Off-Target Dicamba Exposure Differentially Affects Non-DT Soybean Genotypes
For the last several years, off-target movement of dicamba that was applied to dicamba-tolerant (DT) soybean has adversely affected production of nearby non-DT soybean. This is because non-DT soybean is naturally highly sensitive to dicamba, a synthetic auxin herbicide.
Numerous studies have investigated the effect of the following on the severity of exposure symptoms and accompanying yield loss in soybean: 1) growth stage at time of exposure to dicamba; 2) the dosage of dicamba that is experienced from off-target dicamba movement; and 3) the frequency and duration of exposure to dicamba. Since there has been little research that investigated the effect of soybean genetics on the response to such exposure (in essence the variability in varietal response), a study was conducted for 3 years (2019-2021) in southeast Missouri at the Lee Farm in Portageville (36°23' N lat.) to estimate yield losses caused by prolonged exposure to off-target dicamba movement, and to identify possible variable response among soybean genotypes to such exposure.

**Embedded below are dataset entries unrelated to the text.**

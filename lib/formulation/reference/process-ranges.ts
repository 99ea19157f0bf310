/**
 * Typical ranges of the bean-to-nib chain, used to flag figures worth a second
 * look (not limits). Values and sources: /work/shared/REFERENCE.md §5.
 */
export interface ProcessRange {
  readonly min: string;
  readonly max: string;
  readonly source: string;
}

export const PROCESS_RANGES = {
  /** Rejects at sorting, % of beans in. */
  sortingRejectsPercent: { min: "0", max: "5", source: "a few percent for a sound lot: common practice, no single source (from memory)" },
  /** Moisture lost in roasting, % of beans in. */
  roastLossPercent: { min: "4", max: "6", source: "≈ 4–6 % of bean mass: common practice, no single source" },
  /** Shell (husk) removed at winnowing, % of roasted beans in. */
  shellPercent: { min: "10", max: "15", source: "10–15 % of bean mass (12–14 % most quoted): common practice, no single source" },
  /** Nibs out per raw bean received, %. */
  nibYieldPercent: { min: "75", max: "82", source: "≈ 75–82 % after roast and winnow: common practice, no single source" },
  /** Craft whole-bean roasting temperature, °C. */
  roastTemperatureC: { min: "120", max: "140", source: "craft whole-bean 120–140 °C: common practice, no single source" },
  /** Craft whole-bean roasting time, minutes. */
  roastMinutes: { min: "15", max: "40", source: "craft whole-bean 15–40 min: common practice, no single source" },
} as const satisfies Record<string, ProcessRange>;

export type ProcessRangeName = keyof typeof PROCESS_RANGES;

A total of 553 non-DT soybean genotypes and 18 commercial varieties (14 DT and four non-DT, all glyphosate tolerant) were used in the study. The non-DT genotypes had been derived from 239 unique parental backgrounds, and ranged in maturity from early MG 4 to late MG 5. The location of the research had a history of damage resulting from exposure to off-target dicamba movement since 2017 as evidenced by significant yield losses among non-DT breeding lines grown there.
Results from this research are reported in an article titled “Differential responses of soybean genotypes to off-target dicamba damage” that was published in the journal Crop Science in June 2022 (Vol. 62:472-1483). A summary of pertinent results from that research follows.
• The purpose of the study was to replicate a season-long exposure to off-target dicamba that is experienced by growers of non-DT soybean varieties in order to provide realistic estimates of yield losses caused by varying degrees of observed dicamba damage across non-DT genotypes of varied genetic backgrounds that received equal exposure to the off-target dicamba.
• Each year, plots were visually assessed in the early reproductive stages (between R1 and R3) for off-target dicamba damage using a scale of 1-4, where genotypes with a 1 rating showed similar growth and development as the DT control variety in the trial, and a 4 rating showed extreme dicamba damage symptoms that included severe leaf cupping, reduced vegetative growth, and reduced canopy coverage.
• Yields of the tested genotypes were standardized to the relative yield of the DT control variety in the study (% of the DT control). Overall, the mean relative yield ranged from 48.4% to 96.1%, which indicated that the study environments were exposed to off-target dicamba.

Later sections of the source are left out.